== INFORMATION PROVIDED

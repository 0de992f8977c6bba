import { ChangeDetectionStrategy, Component, input } from '@angular/core';

/** Nothing to show: a flat line, one sentence, what to do, and at most one action as content. */
@Component({
  selector: 'qr-empty-state',
  template: `
    <svg width="220" height="4" viewBox="0 0 220 4" aria-hidden="true"><path d="M0 2H220" /></svg>
    <p class="title">{{ title() }}</p>
    @if (text()) {
      <p class="quiet">{{ text() }}</p>
    }
    <div class="action"><ng-content /></div>
  `,
  styleUrl: './state.scss',
  changeDetection: ChangeDetectionStrategy.OnPush,
})
export class EmptyState {
  readonly title = input.required<string>();
  readonly text = input('');
}
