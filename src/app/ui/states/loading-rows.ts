import { ChangeDetectionStrategy, Component, computed, input } from '@angular/core';

/** Skeleton of a table: bars at the height of the rows to come, shown after 300 ms so that a quick answer does not flicker. */
@Component({
  selector: 'qr-loading-rows',
  template: `
    <span class="unseen">{{ label() }} is loading.</span>
    @for (row of bars(); track $index) {
      <div class="bars" [style.height.px]="height()" aria-hidden="true">
        @for (width of row; track $index) {
          <i [style.width.%]="width"></i>
        }
      </div>
    }
  `,
  styleUrl: './loading-rows.scss',
  host: { role: 'status', 'aria-busy': 'true' },
  changeDetection: ChangeDetectionStrategy.OnPush,
})
export class LoadingRows {
  readonly rows = input(6);
  /** Height of one row in px. */
  readonly height = input(36);
  readonly label = input('The page');

  protected readonly bars = computed(() =>
    Array.from({ length: this.rows() }, (_, row) => [14, 18 + ((row * 7) % 11), 12, 10]),
  );
}
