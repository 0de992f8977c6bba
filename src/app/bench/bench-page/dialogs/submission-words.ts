import { type Confirmation } from '../../../ui/confirm/confirm-dialog';
import { type BenchSheet } from '../../sheet/bench-sheet';

/** What is said before a lot is submitted: what was judged, what was found, what stays undecided. */
export function submissionWords(sheet: BenchSheet): Confirmation {
  const { number } = sheet.bench().lot;
  const groups = sheet.groups().map(({ group, found }) => {
    const name = group.class.charAt(0).toUpperCase() + group.class.slice(1);
    return `${name}: ${found} nonconforming, accept number ${group.acceptance}, rejection number ${group.rejection}.`;
  });
  const undecided = sheet.undecided();
  return {
    title: `Submit lot ${number}?`,
    text: [
      `${sheet.judgedUnits()} of ${sheet.records().length} units are judged.`,
      ...groups,
      ...(undecided > 0 ? [`${undecided} undecided; unresolved they count as nonconforming.`] : []),
      ...(sheet.lot().stop ? ['A rejection number is reached: the lot will be rejected.'] : []),
      'Quality decides on the lot next. The bench is closed for it until quality opens it again.',
    ],
    confirm: 'Submit lot',
    destructive: false,
  };
}
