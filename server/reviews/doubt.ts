import { type Db } from '#db/open-database';
import { readings } from '#db/schema/readings';
import { and, eq, gte, isNull, lte, type SQL, sql } from 'drizzle-orm';

/** Days in which an instrument's readings are in doubt, first and last; no first day where no good calibration is known. */
export interface Doubt {
  instrumentId: number;
  from: string | null;
  to: string;
}

const takenOn = sql<string>`substr(${readings.takenAt}, 1, 10)`;

/** The readings in doubt: taken with the instrument in those days, and not withdrawn since. */
export function inDoubt({ instrumentId, from, to }: Doubt): SQL | undefined {
  return and(
    eq(readings.instrumentId, instrumentId),
    isNull(readings.withdrawnAt),
    from === null ? undefined : gte(takenOn, from),
    lte(takenOn, to),
  );
}

/** How many readings of each lot are in doubt. */
export function lotsInDoubt(db: Db, doubt: Doubt): { lotId: number; readings: number }[] {
  return db
    .select({ lotId: readings.lotId, readings: sql<number>`count(*)` })
    .from(readings)
    .where(inDoubt(doubt))
    .groupBy(readings.lotId)
    .all();
}
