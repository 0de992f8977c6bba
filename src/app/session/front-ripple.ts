import { ChangeDetectionStrategy, Component, computed } from '@angular/core';
import { elementWidth } from '../ui/element-width';
import { markPath } from '../ui/marks/mark-path';

/** The mark drawn across the whole page: the ripple settles before it reaches the form. Decoration only. */
@Component({
  selector: 'qr-front-ripple',
  template: `
    <svg [attr.width]="width()" height="320" [attr.viewBox]="'0 0 ' + width() + ' 320'" aria-hidden="true">
      <path [attr.d]="path()" />
    </svg>
  `,
  styles: `
    :host {
      position: absolute;
      inset-inline: 0;
      height: 320px;
      overflow: hidden;
      pointer-events: none;
    }
    path {
      fill: none;
      stroke: var(--qr-primary);
      stroke-width: 3;
      stroke-linecap: round;
      stroke-linejoin: round;
    }
  `,
  changeDetection: ChangeDetectionStrategy.OnPush,
})
export class FrontRipple {
  protected readonly width = elementWidth(1440);

  protected readonly path = computed(() => {
    const ripple = this.width() * 0.528;
    const tail = this.width() - ripple;
    return markPath({ x: 0, y: 160, width: ripple, amplitude: 150, turns: 7, tail, steps: 560 });
  });
}
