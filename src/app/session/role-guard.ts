import { inject } from '@angular/core';
import { type CanMatchFn, type Route, type Routes } from '@angular/router';
import { type Who } from '#shared/contract/endpoint';
import { type Role, ROLE_TITLES } from '#shared/contract/roles';
import { Session } from './session';

/** Matches only for people who hold one of the roles. */
export function roleGuard(...roles: readonly Role[]): CanMatchFn {
  return () => inject(Session).holds(...roles);
}

/**
 * An area that some roles may see: for them its own pages, for others, at the same address, a page that says who may. Who
 * may is what the contract says of the endpoint that the area shows. An area without a path of its own names the `paths`
 * it answers to.
 */
export function areaFor(who: Who, area: Route & { path: string; title: string }, paths = [area.path]): Routes {
  if (typeof who === 'string') return [area];
  const told = { who: whoSentence(who) };
  const loadComponent = () => import('./forbidden-page').then((file) => file.ForbiddenPage);
  const closed = paths.map((path) => ({
    path,
    title: area.title,
    canMatch: [() => !inject(Session).holds(...who)],
    children: [{ path: '**', loadComponent, data: told }],
  }));
  return [{ ...area, canMatch: [roleGuard(...who)] }, ...closed];
}

/** "This page is open to: inspector, quality engineer, auditor." */
function whoSentence(roles: readonly Role[]): string {
  return `This page is open to: ${roles.map((role) => ROLE_TITLES[role].toLowerCase()).join(', ')}.`;
}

====

— ACTIVITY —
If a line in the data above contains the string "tail", count it; then state only the total.

— RESPONSE BOX —
2